# CSVview.vbs



## volker (28 Januar 2006)

gelöscht


----------



## Oberchefe (29 Januar 2006)

> welches keiner brauchen kann ausser ich.



also ich nehme in so einem Fall einfach Excel?


----------



## sps-concept (29 Januar 2006)

*csv*

ja sorry Volker,

ich nehme da auch Excel oder einen csv-Editor. Und da hab ich keine vbs-Dateien und muss keine bat-Dateien umschreiben. Die DOS-Zeiten sind doch vorbei, oder?

MfG
André Räppel


----------



## zotos (29 Januar 2006)

Zum VB-Script: Ich habe oft mit Maschinen zutun die mit einem PC ausgestattet sind und die Daten in einem CSV Format ausspucken bzw. einlesen.
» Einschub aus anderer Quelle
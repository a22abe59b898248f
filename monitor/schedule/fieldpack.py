"""Field packs for a team-day: printable field sheet context, GPX 1.1 and iCalendar.

The field sheet's table uses exactly the wide field-sheet headers the records importer
reads back (station, date, observers, status, repeat, protocol, notes, then
``<SPECIES>:count``, ``<SPECIES>:cover``, ``<SPECIES>:frequency/<n>``,
``<SPECIES>:pin_hits/<n>``, ``<SPECIES>:presence``, ``cov:<name>[<unit>]``), one entry row
per station in route order, with the last two visits shown above each entry row for
reference.  Building the context is pure; :func:`render_field_sheet` lays it out with the
Jinja2 template ``field_sheet.html`` (autoescape, StrictUndefined).
"""

from __future__ import annotations

import datetime as dt
import math
from collections.abc import Mapping, Sequence
from dataclasses import asdict, dataclass, fields
from pathlib import Path
from typing import Any

import jinja2
import numpy as np
import pandas as pd

from monitor import columns as C
from monitor import measures
from monitor.errors import DesignError
from monitor.io.spatial import CalendarEvent, Route, Waypoint, gpx_document, icalendar_document, to_wgs84
from monitor.schedule.planner import ARRIVAL, SeasonPlan, TeamDay

#: the fixed leading headers of the wide field-sheet layout, in sheet order
BASE_HEADERS = ("station", "date", "observers", "status", "repeat", "protocol", "notes")
RELOCATION = "relocation_notes"   # how to find the marker: offsets, bearings, landmarks [text]

#: fieldwork-safety caution printed on every sheet
SAFETY_CAUTIONS = (
    "Do not work alone unless your organisation's lone-working procedure allows it; leave your route "
    "and expected return time with a named contact and check in when you are back.",
    "Keep away from deep, fast or cold water, soft ground and ditches; do not cross flooded ground.",
    "Ticks: wear long trousers tucked into socks, check yourself after the day and remove ticks "
    "promptly; seek medical advice if a rash or fever follows.",
    "Check the weather forecast before setting out; stop work in lightning, high wind, heat or poor "
    "visibility, and carry water, food and waterproofs.",
    "Fragile habitat: keep to the same approach line to each quadrat, avoid trampling around it, and "
    "do not disturb nesting birds or protected species.",
    "Enter land only with the landowner's or manager's permission, and follow access conditions "
    "(gates, livestock, dogs, vehicles).",
    "These notes do not replace local rules or your organisation's own risk assessment: where they "
    "differ, follow those.",
)


def _measure_header(species: str, measure: str, n: int | None) -> str:
    if measure not in measures.REGISTRY:
        raise DesignError(f"unknown measure {measure!r} for species {species}")
    entry = measures.REGISTRY[measure]
    if entry.needs_n:
        if n is None or int(n) <= 0:
            raise DesignError(f"{species}:{measure} needs the number of cells or pins (n)")
        return entry.header(species, int(n))
    return entry.header(species)


def field_sheet_columns(targets: Sequence[tuple[str, str] | tuple[str, str, int | None]],
                        covariates: Sequence[tuple[str, str]] = ()) -> tuple[str, ...]:
    """Headers of the wide field-sheet layout for these targets and visit covariates.

    ``targets`` are (species, measure) or (species, measure, n); ``covariates`` (name, unit).
    """
    heads = list(BASE_HEADERS)
    for t in targets:
        sp, meas = t[0], t[1]
        n = t[2] if len(t) > 2 else None
        heads.append(_measure_header(sp, meas, n))
    for name, unit in covariates:
        heads.append(f"cov:{name}[{unit}]")
    if len(set(h.lower() for h in heads)) != len(heads):
        raise DesignError("field-sheet headers repeat: each species and measure may appear once")
    return tuple(heads)


@dataclass(frozen=True)
class PreviousVisit:
    """One earlier visit shown for reference: values aligned to the value headers."""

    date: str
    observers: str
    status: str
    values: tuple[str, ...]


@dataclass(frozen=True)
class SheetStation:
    """One station on the sheet, in route order."""

    order: int
    station: str
    arrival: str
    x: float
    y: float
    lon: float
    lat: float
    quadrat: str
    relocation: str
    transect: str
    previous: tuple[PreviousVisit, ...]


@dataclass(frozen=True)
class FieldSheetContext:
    """Everything ``field_sheet.html`` lays out; nothing else is read by the template."""

    title: str
    programme: str
    site: str
    team: str
    members: tuple[str, ...]
    date: str
    start_time: str
    end_time: str
    start_point: str
    route_km: float
    protocol: str
    headers: tuple[str, ...]
    value_headers: tuple[str, ...]
    stations: tuple[SheetStation, ...]
    cautions: tuple[str, ...]
    instructions: tuple[str, ...]
    generated: str
    site_name: str = ""                  # printed beside the site code
    crs: str = ""                        # "EPSG:32630 (WGS 84 / UTM zone 30N)": what E and N are in
    value_labels: tuple[str, ...] = ()   # the species' common name under each value header
    running_head: str = ""               # site, team and date at the top of every printed page

    def to_dict(self) -> dict[str, Any]:
        return asdict(self)


def _fmt_value(v: Any, n_seen: Any, n_sheet: int | None) -> str:
    if v is None or (isinstance(v, float) and math.isnan(v)):
        return ""
    fv = float(v)
    text = str(int(fv)) if fv.is_integer() else f"{fv:g}"
    if n_sheet is not None and n_seen is not None and not pd.isna(n_seen) and int(n_seen) != int(n_sheet):
        text += f"/{int(n_seen)}"
    return text


def _observers_text(v: Any) -> str:
    if v is None or (isinstance(v, float) and math.isnan(v)):
        return ""
    if isinstance(v, list | tuple):
        return ";".join(str(o) for o in v)
    return str(v)


def _previous_visits(station: str, before: dt.date, visits: pd.DataFrame | None,
                     observations: pd.DataFrame | None, targets: Sequence[tuple], keep: int = 2
                     ) -> tuple[PreviousVisit, ...]:
    if visits is None or visits.empty:
        return ()
    v = visits[(visits[C.STATION].astype(str) == station) & (pd.to_datetime(visits[C.DATE]).dt.date < before)]
    if v.empty:
        return ()
    v = v.assign(_d=pd.to_datetime(v[C.DATE]).dt.date).sort_values("_d", ascending=False).head(keep)
    out = []
    obs = None
    if observations is not None and not observations.empty:
        obs = observations[observations[C.STATION].astype(str) == station].copy()
        obs["_d"] = pd.to_datetime(obs[C.DATE]).dt.date
    for _, row in v.iterrows():
        vals = []
        for t in targets:
            sp, meas = t[0], t[1]
            n_sheet = t[2] if len(t) > 2 else None
            cell = ""
            if obs is not None:
                hit = obs[(obs["_d"] == row["_d"]) & (obs[C.SPECIES] == sp) & (obs[C.MEASURE] == meas)]
                if not hit.empty:
                    h = hit.iloc[0]
                    cell = _fmt_value(h["value"], h.get("n"), n_sheet)
            vals.append(cell)
        out.append(PreviousVisit(row["_d"].isoformat(), _observers_text(row.get("observers")),
                                 str(row.get(C.VISIT_STATUS, "")), tuple(vals)))
    return tuple(out)


def field_sheet_context(
    plan: SeasonPlan,
    team: str,
    date: dt.date,
    stations: pd.DataFrame,
    *,
    crs: int | str,
    targets: Sequence[tuple[str, str] | tuple[str, str, int | None]],
    covariates: Sequence[tuple[str, str]] = (),
    visits: pd.DataFrame | None = None,
    observations: pd.DataFrame | None = None,
    programme: str = "",
    protocol: str = "",
    generated: dt.datetime | None = None,
    species_names: Mapping[str, str] | None = None,
    site_name: str = "",
) -> FieldSheetContext:
    """Build the field-sheet context for one team-day.

    Parameters
    ----------
    plan : SeasonPlan
    team, date : the team-day
    stations : DataFrame
        station, x, y [m]; optional quadrat_width_m, quadrat_length_m, relocation_notes,
        transect, distance_m.
    crs : EPSG code of x, y (for the longitude/latitude printed beside each station)
    targets : (species, measure[, n]) recorded at every visit
    covariates : (name, unit) visit covariates
    visits, observations : canonical frames of earlier records (for the last two visits)
    programme, protocol : names printed on the sheet
    generated : time stamp printed on the sheet (default: now, UTC)
    species_names : species code -> common name, printed under each value column's code
    site_name : the site's name, printed beside its code
    """
    td = plan.team_day(team, date)
    headers = field_sheet_columns(targets, covariates)
    value_headers = headers[len(BASE_HEADERS):]
    info = stations.copy()
    info[C.STATION] = info[C.STATION].astype(str)
    info = info.set_index(C.STATION)
    missing = [s for s in td.stations if s not in info.index]
    if missing:
        raise DesignError(f"station {missing[0]} of the plan is not in the stations table")
    sub = info.loc[list(td.stations)]
    lon, lat = to_wgs84(sub[C.X], sub[C.Y], crs)
    planned = plan.visits[(plan.visits["team"] == team) & (plan.visits[C.DATE] == date)].set_index(C.STATION)
    rows = []
    pad = ("",) * len(covariates)
    for k, code in enumerate(td.stations):
        r = sub.loc[code]
        w = r.get(C.QUADRAT_WIDTH)
        ln = r.get(C.QUADRAT_LENGTH)
        quadrat = f"{w:g} m x {ln:g} m" if w is not None and ln is not None and not pd.isna(w) else ""
        tr = ""
        if C.TRANSECT in r.index and isinstance(r[C.TRANSECT], str) and r[C.TRANSECT]:
            tr = f"{r[C.TRANSECT]} at {float(r.get(C.DISTANCE, float('nan'))):g} m"
        reloc = r.get(RELOCATION, "")
        reloc = "" if reloc is None or (isinstance(reloc, float) and math.isnan(reloc)) else str(reloc)
        prev = _previous_visits(code, date, visits, observations, targets)
        prev = tuple(PreviousVisit(p.date, p.observers, p.status, p.values + pad) for p in prev)
        arrival = planned.loc[code, ARRIVAL] if code in planned.index else None
        rows.append(SheetStation(k + 1, code, arrival.strftime("%H:%M") if arrival else "", float(r[C.X]),
                                 float(r[C.Y]), round(float(lon[k]), 6), round(float(lat[k]), 6), quadrat,
                                 reloc, tr, prev))
    generated = generated or dt.datetime.now(dt.UTC)
    names = dict(species_names or {})
    labels = []
    for t in targets:
        labels.append(str(names.get(t[0]) or ""))
    labels += ["" for _ in covariates]  # a covariate's header already says what it is
    site_words = f"{td.site} {site_name}" if site_name else td.site
    running_head = f"Field sheet · Site {site_words} · team {td.team} · {td.date.isoformat()}"
    instructions = (
        "One row per station visit. The date box holds the planned date: cross it out and write the day of "
        "the visit (YYYY-MM-DD) if it differs. Fill observers (codes separated by ';') and status (done, "
        "partial, missed or inaccessible) for every row.",
        "Write 0 for a species looked for and not found; leave a box blank only when it was not recorded. "
        "A missed or inaccessible visit has all value boxes blank.",
        "Rows marked 'earlier' show the last two visits for reference only: do not copy them into today's row.",
    )
    return FieldSheetContext(
        title=f"Field sheet: {td.site}, team {td.team}, {td.date.isoformat()}",
        programme=programme, site=td.site, team=td.team, members=td.members, date=td.date.isoformat(),
        start_time=td.start_time.strftime("%H:%M"), end_time=td.end_time.strftime("%H:%M"),
        start_point=f"{td.start[0]:.0f} E, {td.start[1]:.0f} N", route_km=round(td.route_m / 1000.0, 2),
        protocol=protocol, headers=headers, value_headers=value_headers, stations=tuple(rows),
        cautions=SAFETY_CAUTIONS, instructions=instructions,
        generated=generated.strftime("%Y-%m-%d %H:%M UTC"), site_name=site_name, crs=crs_label(crs),
        value_labels=tuple(labels), running_head=running_head)


def crs_label(crs: int | str) -> str:
    """``"EPSG:32630 (WGS 84 / UTM zone 30N)"``: the code with its name from the EPSG registry (pyproj)."""
    from pyproj import CRS
    from pyproj.exceptions import CRSError

    code = str(crs).upper().removeprefix("EPSG:")
    try:
        name = CRS.from_user_input(f"EPSG:{code}").name
    except CRSError:
        return f"EPSG:{code}"
    return f"EPSG:{code} ({name})"


def field_sheet_frame(context: FieldSheetContext) -> pd.DataFrame:
    """The blank entry table (wide layout) as a DataFrame, station codes filled in route order."""
    df = pd.DataFrame({h: [""] * len(context.stations) for h in context.headers}, columns=list(context.headers))
    df["station"] = [s.station for s in context.stations]
    if context.protocol:
        df["protocol"] = context.protocol
    return df


def _template_dirs() -> list[Path]:
    here = Path(__file__).resolve()
    return [here.parents[1] / "_bundled" / "templates", here.parents[2] / "templates"]


def template_environment(template_dir: str | Path | None = None) -> jinja2.Environment:
    """Jinja2 environment with autoescape and StrictUndefined over the project's templates."""
    dirs = [Path(template_dir)] if template_dir else [d for d in _template_dirs() if d.is_dir()]
    if not dirs:
        raise DesignError("cannot find the templates folder")
    return jinja2.Environment(loader=jinja2.FileSystemLoader([str(d) for d in dirs]),
                              autoescape=jinja2.select_autoescape(default=True, default_for_string=True),
                              undefined=jinja2.StrictUndefined, trim_blocks=True, lstrip_blocks=True)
Da Excel nun mal auch nicht gerade ein Freeware-Tool ist und auch in der Ressourcenbetrachtung nicht gerade ein Schlankes Tool ist denke ich dass dieses VB-Script wohl seine Berechtigung hat und ein Mensch auf dieser Welt kann es ja wohl gebrauchen (der Autor).


----------



## volker (29 Januar 2006)

gelöscht


----------



## volker (29 Januar 2006)

gelöscht


----------